PROBLEM STATEMENT: Lines that contain "entry" are to be copied from the material, every one of them.

SUPPLIED INFORMATION:
- - - - - - -

from rootvar.addin.cells import MARK
from rootvar.addin.functions import REGISTRY, call, clear_cache
from rootvar.core import (
    HestonParams,
    cir_transition,
    euler_max_step,
    euler_negative_probability,
    heston_price,
    implied_vol,
    mc_price,
)

BLOCK = [["v0", 0.04], ["kappa", 0.5], ["theta", 0.04], ["vol_of_vol", 1.0], ["rho", -0.9]]
P = HestonParams(0.04, 0.5, 0.04, 1.0, -0.9)


def test_registry_names_are_ours_and_documented():
    assert len(REGISTRY) >= 12
    for name, entry in REGISTRY.items():
        assert name.startswith("ROOTVAR_")
        assert entry.summary and entry.result
        assert entry.func.__doc__


def test_values_equal_the_core():
    assert call("ROOTVAR_FELLER", BLOCK) == pytest.approx(P.feller_ratio, rel=1e-15)
    assert call("ROOTVAR_EULER_NEG_PROB", BLOCK, 1 / 52) == euler_negative_probability(
        0.04, 0.5, 0.04, 1.0, 1 / 52
    )
    assert call("ROOTVAR_EULER_NEG_PROB", BLOCK, 1 / 52, 0.01) == euler_negative_probability(
        0.01, 0.5, 0.04, 1.0, 1 / 52
    )
    assert call("ROOTVAR_EULER_SAFE_STEP", BLOCK, 1e-3) == euler_max_step(
        0.04, 0.5, 0.04, 1.0, 1e-3
    )
    assert euler_max_step(0.04, 5.0, 0.09, 0.3, 1e-3) == math.inf
    assert call("ROOTVAR_EULER_SAFE_STEP", [[0.04, 5.0, 0.09, 0.3, 0.0]], 1e-3) == "unbounded"
    law = cir_transition(0.04, 0.5, 0.04, 1.0, 2.0)
    assert call("ROOTVAR_VARIANCE_QUANTILE", BLOCK, 2.0, 0.9) == pytest.approx(
        law.ppf(0.9), rel=1e-12
    )
    assert call("ROOTVAR_VARIANCE_CDF", BLOCK, 2.0, 0.01) == pytest.approx(law.cdf(0.01), rel=1e-12)
    strikes = [[60.0], [100.0], [140.0]]
    column = call("ROOTVAR_FOURIER_PRICE", BLOCK, 100.0, strikes, 10.0)
    np.testing.assert_allclose(np.ravel(column), heston_price(P, 100, [60, 100, 140], 10.0))
    assert call(
        "ROOTVAR_FOURIER_PRICE", BLOCK, 100.0, 100.0, 10.0, None, None, "put"
    ) == pytest.approx(heston_price(P, 100, 100, 10.0, kind="put"))
    price = heston_price(P, 100, 100, 1.0)
    assert call("ROOTVAR_IMPLIED_VOL", price, 100, 100, 1.0) == pytest.approx(
        implied_vol(price, 100, 100, 1.0)
    )
    assert call("ROOTVAR_VERSION").startswith("rootvar ")


def test_variance_table_spills_a_header_and_one_row_per_horizon():
    rows = call("ROOTVAR_VARIANCE_TABLE", BLOCK, [[0.5], [1.0], [2.0]], [[0.01], [0.5]])
    assert rows[0][0] == "horizon (years)" and len(rows) == 4
    assert all(len(r) == len(rows[0]) for r in rows)
    assert rows[3][0] == 2.0


def test_monte_carlo_functions_match_the_core_and_are_cached():
    clear_cache()
    out = call(
        "ROOTVAR_MC_PRICE", BLOCK, 100.0, 100.0, 1.0, None, None, None, "qe", 8.0, 4096.0, 7.0
    )
    direct = mc_price(P, 100, 100.0, 1.0, scheme="qe", steps=8, paths=4096, seed=7)
    labels = [r[0] for r in out]
    assert labels[:4] == ["price", "std error", "95% low", "95% high"]
    assert out[0][1] == direct.price and out[1][1] == direct.std_error
    again = call(
        "ROOTVAR_MC_PRICE", BLOCK, 100.0, 100.0, 1.0, None, None, None, "qe", 8.0, 4096.0, 7.0
    )
    assert again[-1][1] == out[-1][1]  # same elapsed time: served from the cache
    check = call(
        "ROOTVAR_MC_CHECK", BLOCK, 100.0, 100.0, 1.0, None, None, None, "qe", 8.0, 4096.0, 7.0
    )
    assert dict(check)["verdict"] in ("consistent", "biased", "undecided")
    assert dict(check)["Fourier price"] == pytest.approx(heston_price(P, 100, 100.0, 1.0))


def test_clear_cache_clears_every_cache_of_every_job_module(monkeypatch):
    # The caches live in several modules of the package; one made with functools.lru_cache
    # instead of registry.cell_cache would survive clear_cache and serve stale results.
    import importlib
    import pkgutil

    import rootvar.addin.functions as package

    found, cleared = [], []
    for info in pkgutil.iter_modules(package.__path__):
        module = importlib.import_module(f"{package.__name__}.{info.name}")
        for name, obj in vars(module).items():
            if callable(getattr(obj, "cache_clear", None)) and obj.__module__ == module.__name__:
                where = f"{info.name}.{name}"
                found.append(where)
                monkeypatch.setattr(obj, "cache_clear", lambda w=where: cleared.append(w))
    clear_cache()
    assert len(found) >= 7 and sorted(cleared) == sorted(found)


def test_step_study_spills_table_and_recommendation():
    rows = call(
        "ROOTVAR_STEP_STUDY", BLOCK, 100.0, 100.0, 1.0, None, None, None, "qe", [[2.0, 8.0]], 4096.0
    )
    assert rows[0][0] == "scheme" and rows[1][0] == "qe" and rows[-1][0] == "recommendation"
    assert len(rows) == 4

- - - - - - -

EXPECTED ANSWER:
    for name, entry in REGISTRY.items():
        assert entry.summary and entry.result
        assert entry.func.__doc__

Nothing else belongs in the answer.